Dallas — As February comes to a close, the Orpheus Chamber Singers presented a beautiful choral program centered on the themes of love and romance at the Lovers Lane United Methodist Church last weekend. In collaboration with Plano East High School’s a cappella choir, the group spun together a collection of pieces spanning from the 16th century to the 20th, marked by their distinguished polish and tonal purity. Conductor and founding artistic director Donald Krehbiel, known for his smooth, thoughtful precision, allowed the program to breathe from start to finish with a through line of subtle, effective energy.
The beautifully appointed sanctuary was the perfect space for these groups. Its large, open layout and high ceilings allowed for several moments of pristine, rounded textures to ring in with lingering clarity.
The first half of the program was characterized by works from 20th century composers, save one bel canto aria from Rossini’s opera La Cenerentola. “Non più mesta,” performed as a solo piece by mezzo-soprano Hannah Ceniseros, was warm and agile, and it served as a bright contrast to the thick textured selections that surrounded it.
The opening selection, “The Passionate Shepherd to His Love” by Jean Belmont, is a choral setting of 16th century poetry released in 1994. It started the concert off with dark, weighted harmonies that brought old ideas together with modern musical settings. In this same vein, the program continued by evoking the symbolism of the rose through three settings by Paul Mealor.
It was here, too, that the award-winning Plano East High School choir was featured. Led by Daniel Knight, who is also a member of the Orpheus ensemble, the 80-plus voices gave remarkable sensitivity to two French settings by Morten Lauridsen. Considering their age and size of the group, they offered diction that was notably emotive and a full, expressive tone.
Sticking with the language of love, the two choirs joined forces on “Dirait-on,” also composed by Lauridsen. Together with accompaniment from pianist Chris Brunt, the full ensemble appointed the contemporary color of the work with a requisite pensiveness and rich, velvety lines.
The first half was rounded out by selections filled with character, ranging in effect from deep reflection to sardonic wit. Dale Trumbore’s “Love is a Sickness” is a clever, jazzy setting of 16th century poetry that addresses the more woeful aspects of love and romance. It worked here in this setting, calling for percussive scatting from the basses and tenors to provide a rhythmic backdrop before which the sopranos and altos lay the primary melodic idea. Paul Sjolund’s “Love Lost” brought lighter texts to the program that offered a satirical view of love. They were short, humorous, and a bit quippy—a refreshing look at this group’s ability to interpret and adapt—finishing with Joseph Gregorio’s “Love, Thricewise,” a set three pieces distinct from one another in tone and mood. They range from bright and busy fugue-like lines to dark, reflective, close-nit harmonies, pulling from the poetry of Witter Bynner, Emily Dickinson, and Sidney Lanier.

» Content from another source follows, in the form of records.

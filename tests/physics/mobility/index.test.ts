import {
  DEFAULT_MOBILITY_MODEL,
  MOBILITY_MODEL_CODES,
  defaultMinorityMobilityModel,
  defaultMobilityModelFor,
  diffusivity,
  driftMobilities,
  fitMobility,
  freeCarrierMobility,
  mobility,
  resolveMobilityModel,
} from '../../../src/physics/mobility';
import { MASETTI_TABLE, masettiMobility } from '../../../src/physics/mobility/masetti';
import { aroraMobility, aroraTemperatureRatio } from '../../../src/physics/mobility/arora';
import { caugheyThomasMobility } from '../../../src/physics/mobility/caugheyThomas';
import { fullIonizationCorrection } from '../../../src/physics/mobility/fullIonizationCorrection';
import { thermalVoltage } from '../../../src/physics/constants';
import { einsteinDegeneracyFactor } from '../../../src/physics/bands';
import { solveEquilibrium } from '../../../src/physics/equilibrium';
import { GALLIUM_ARSENIDE, GERMANIUM, SILICON, SILICON_CARBIDE_4H } from '../../../src/physics/materials';
import { sampleDopants } from '../../../src/physics/sample';
import { PhysicsDomainError } from '../../../src/physics/errors';
import { siliconSample } from '../transportSamples';

describe('mobility model codes', () => {
  it('lists masetti (default), arora, caughey-thomas, klaassen', () => {
    expect(MOBILITY_MODEL_CODES).toEqual(['masetti', 'arora', 'caughey-thomas', 'klaassen']);
    expect(DEFAULT_MOBILITY_MODEL).toBe('masetti');
  });
  it('parses codes case-insensitively; empty selects the default', () => {
    expect(resolveMobilityModel('Caughey-Thomas')).toBe('caughey-thomas');
    expect(resolveMobilityModel(' ARORA ')).toBe('arora');
    expect(resolveMobilityModel('')).toBe('masetti');
    expect(resolveMobilityModel()).toBe('masetti');
  });
  it('rejects unknown codes listing the allowed ones, and explains astm-f723', () => {
    expect(() => resolveMobilityModel('no-such-model')).toThrow(/Allowed: masetti, arora, caughey-thomas, klaassen/);
    expect(() => resolveMobilityModel('astm-f723')).toThrow(/no mobility/);
    expect(() => fitMobility('x', 'hole', siliconSample('B', 1e16))).toThrow(PhysicsDomainError);
  });
});

describe('fitMobility', () => {
  it('uses the named donor’s own Masetti row for electrons and the B row for holes', () => {
    expect(fitMobility('masetti', 'electron', siliconSample('As', 1e19))).toBe(masettiMobility(MASETTI_TABLE.As.parameters, 1e19));
    expect(fitMobility('masetti', 'electron', siliconSample('P', 1e19))).toBe(masettiMobility(MASETTI_TABLE.P.parameters, 1e19));
    expect(fitMobility('masetti', 'hole', siliconSample('P', 1e19))).toBe(masettiMobility(MASETTI_TABLE.B.parameters, 1e19));
  });
  it('uses the P row for minority electrons in p-type samples', () => {
    expect(fitMobility('masetti', 'electron', siliconSample('B', 1e18))).toBe(masettiMobility(MASETTI_TABLE.P.parameters, 1e18));
  });
  it('takes the total impurity density N_D + N_A for compensated samples', () => {
    const compensated = siliconSample('P', 1e17, 300, 5e16);
    expect(fitMobility('arora', 'electron', compensated)).toBe(aroraMobility('electron', 1.5e17, 300));
    expect(fitMobility('caughey-thomas', 'hole', compensated)).toBe(caugheyThomasMobility('hole', 1.5e17));
  });
  it('carries the 300 K fits to other temperatures by the Arora ratio', () => {
    const hot = siliconSample('B', 1e16, 400);
    expect(fitMobility('masetti', 'hole', hot)).toBeCloseTo(
      masettiMobility(MASETTI_TABLE.B.parameters, 1e16) * aroraTemperatureRatio('hole', 1e16, 400),
      10,
    );
    expect(fitMobility('caughey-thomas', 'electron', hot)).toBeCloseTo(
      caugheyThomasMobility('electron', 1e16) * aroraTemperatureRatio('electron', 1e16, 400),
      10,
    );
    expect(fitMobility('arora', 'electron', hot)).toBe(aroraMobility('electron', 1e16, 400));
  });
  it('is finite and positive for an undoped sample (no 0/0 at N = 0)', () => {
    for (const model of MOBILITY_MODEL_CODES) {
      for (const carrier of ['electron', 'hole'] as const) {
        const mu = fitMobility(model, carrier, siliconSample('P', 0));
        expect(Number.isFinite(mu) && mu > 0).toBe(true);
      }
    }
  });
});

describe('mobility (the named model as published)', () => {
  it('is the fit itself for both carriers under every named silicon model (no ionization factor)', () => {
    for (const model of MOBILITY_MODEL_CODES) {
      const sample = siliconSample('P', 1e18, 250);
      expect(mobility(model, 'electron', sample)).toBe(fitMobility(model, 'electron', sample));
      expect(mobility(model, 'hole', sample)).toBe(fitMobility(model, 'hole', sample));
    }
  });
});

describe('freeCarrierMobility (mobility per free carrier)', () => {
  it('is the fit times N_net/n_net(300 K) for the net-majority carrier and the fit for the other', () => {
    for (const model of MOBILITY_MODEL_CODES) {
      const sample = siliconSample('P', 1e18, 250);
      expect(freeCarrierMobility(model, 'electron', sample)).toBe(
        fitMobility(model, 'electron', sample) * fullIonizationCorrection(sample),
      );
      expect(freeCarrierMobility(model, 'hole', sample)).toBe(fitMobility(model, 'hole', sample));
    }
  });
  it('applies the factor to the counter-dopant’s carrier when counter-doping outweighs the named dopant', () => {
    const sample = siliconSample('P', 1e17, 300, 1e18);
    expect(freeCarrierMobility('masetti', 'hole', sample)).toBe(fitMobility('masetti', 'hole', sample) * fullIonizationCorrection(sample));
    expect(freeCarrierMobility('masetti', 'electron', sample)).toBe(fitMobility('masetti', 'electron', sample));
  });
  it('equals the shared driftMobilities used by conductivity', () => {
    const sample = siliconSample('B', 3e18, 350, 1e17);
    const both = driftMobilities('arora', sample);
    expect(freeCarrierMobility('arora', 'electron', sample)).toBe(both.electron);
    expect(freeCarrierMobility('arora', 'hole', sample)).toBe(both.hole);
  });
});

describe('blank model: chosen per carrier', () => {
  it('is klaassen for silicon minority carriers and masetti for majority carriers', () => {
    const pType = siliconSample('B', 1e19);
    expect(defaultMobilityModelFor('electron', pType)).toBe('klaassen');
    expect(defaultMobilityModelFor('hole', pType)).toBe('masetti');
    expect(mobility('', 'electron', pType)).toBe(mobility('klaassen', 'electron', pType));
    expect(mobility('', 'hole', pType)).toBe(mobility('masetti', 'hole', pType));
    expect(freeCarrierMobility('', 'electron', pType)).toBe(freeCarrierMobility('klaassen', 'electron', pType));
    expect(freeCarrierMobility('', 'hole', pType)).toBe(freeCarrierMobility('masetti', 'hole', pType));
  });
  it('follows the net doping: in P-doped Si counter-doped with more acceptors the electrons are the minority', () => {
    const typeChanged = siliconSample('P', 1e17, 300, 1e18);
    expect(defaultMobilityModelFor('electron', typeChanged)).toBe('klaassen');
    expect(defaultMobilityModelFor('hole', typeChanged)).toBe('masetti');
  });
  it('has no minority carrier in exactly compensated material: the default for both', () => {
    const compensated = siliconSample('P', 1e17, 300, 1e17);
    expect(defaultMobilityModelFor('electron', compensated)).toBe('masetti');
    expect(defaultMobilityModelFor('hole', compensated)).toBe('masetti');
  });
  it('keeps each other material’s own fit for both carriers', () => {
    for (const [material, code] of [
      [GERMANIUM, 'hilsum'],
      [GALLIUM_ARSENIDE, 'sotoodeh'],
      [SILICON_CARBIDE_4H, 'roschke-schwierz'],
    ] as const) {
      expect(defaultMinorityMobilityModel(material)).toBe(code);
    }
    expect(defaultMinorityMobilityModel(SILICON)).toBe('klaassen');
  });
  it('uses the carrier’s choice in diffusivity too', () => {
    const pType = siliconSample('B', 1e18);
    expect(diffusivity('', 'electron', pType)).toBe(diffusivity('klaassen', 'electron', pType));
  });
});

describe('diffusivity', () => {
  it('is the generalized Einstein relation D = μ·(kT/q)·F½(η)/F−½(η) with the published mobility', () => {
    for (const t of [77, 300, 600]) {
      const sample = siliconSample('As', 1e17, t);
      const state = solveEquilibrium(SILICON, t, sampleDopants(sample));
      const factor = einsteinDegeneracyFactor(SILICON, t, 'electron', state.fermiLevel);
      expect(diffusivity('masetti', 'electron', sample)).toBe(mobility('masetti', 'electron', sample) * thermalVoltage(t) * factor);
      // 1e17 cm⁻³ is non-degenerate: the factor is 1 + e^η/2^{3/2} + … ≈ 1 to under 1 %.
      expect(factor).toBeGreaterThanOrEqual(1);
      expect(factor).toBeLessThan(1.01);
    }
  });
  it('grows above μ·kT/q in degenerate n+ silicon (5e19 cm⁻³ As at 300 K)', () => {
    const sample = siliconSample('As', 5e19, 300);
    expect(diffusivity('masetti', 'electron', sample) / (mobility('masetti', 'electron', sample) * thermalVoltage(300))).toBeGreaterThan(
      1.2,
    );
  });
  it('is about 30.6 cm²/s for electrons in 1e16 P-doped Si at 300 K (Masetti et al. 1983 eq. 1: 1184 × kT/q 0.02585)', () => {
    expect(diffusivity('masetti', 'electron', siliconSample('P', 1e16))).toBeGreaterThan(30.4);
    expect(diffusivity('masetti', 'electron', siliconSample('P', 1e16))).toBeLessThan(30.9);
  });
});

The second half of the program was in stark contrast to the first in terms of construction and theme. Here, Krehbiel assembled works largely based on the Song of Solomon, set by composers from the Renaissance era of music. Much of the music in this section was marked by rich, contrapuntal interplay and lush brilliance on the Latin language.
Calling upon ancient influencers like Palestrina, Bouzignac, and Ceballos, the choir offered reverence and severity to the theme of the evening. After two rich, sweeping interpretations of Song of Solomon’s second chapter, the ensemble offered two settings of Surge amica mea, or “arise, my love”—both expressive through artful word-painting and wide, encompassing polyphony.
This half also saw contributions from modern composers also playing on the biblical texts. Ivo Antognini’s “I Am the Rose of Sharon” was brooding with heavy textures in the bottom and middle and a bright, lilting top. Though contemporary in its harmonic makeup, it was rife with suggestions of Gregorian chant in its long, wrenching lines and repeated notes.
“Set Me as a Seal” is a familiar set of texts for most choirs, and it was seen here in various iterations of the biblical setting from which it is taken. William Walton’s, composed in 1938, brought dark, booming sonorities to heel against soft, major resolutions, which the ensemble executed with great care and sensitivity. Finishing the night was Jean-Yves Daniel-Lesur’s Epithalame, which set chapter 8 of Song of Solomon into a rousing 12-part polyphony, ending with a bold, expansive “Alleluia!”
It was an interesting enough program designed around an age-old theme. The concept of love has permeated the human experience with pointed poignancy since the beginning of time. The evidence of its enrapturing, infuriating, maddening effects was laid out in Orpheus’ “Lovesong,” as they blended together ancient and modern colors to highlight that this very idea. We all feel it, yearn for it, strive to share it with others. We all know what it’s like to be intoxicated with it, spurned by it—empowered then dejected by it—and yet we always go back for more. I couldn’t ask for a better group of artists to celebrate such a prevailing, perfect paradox through song.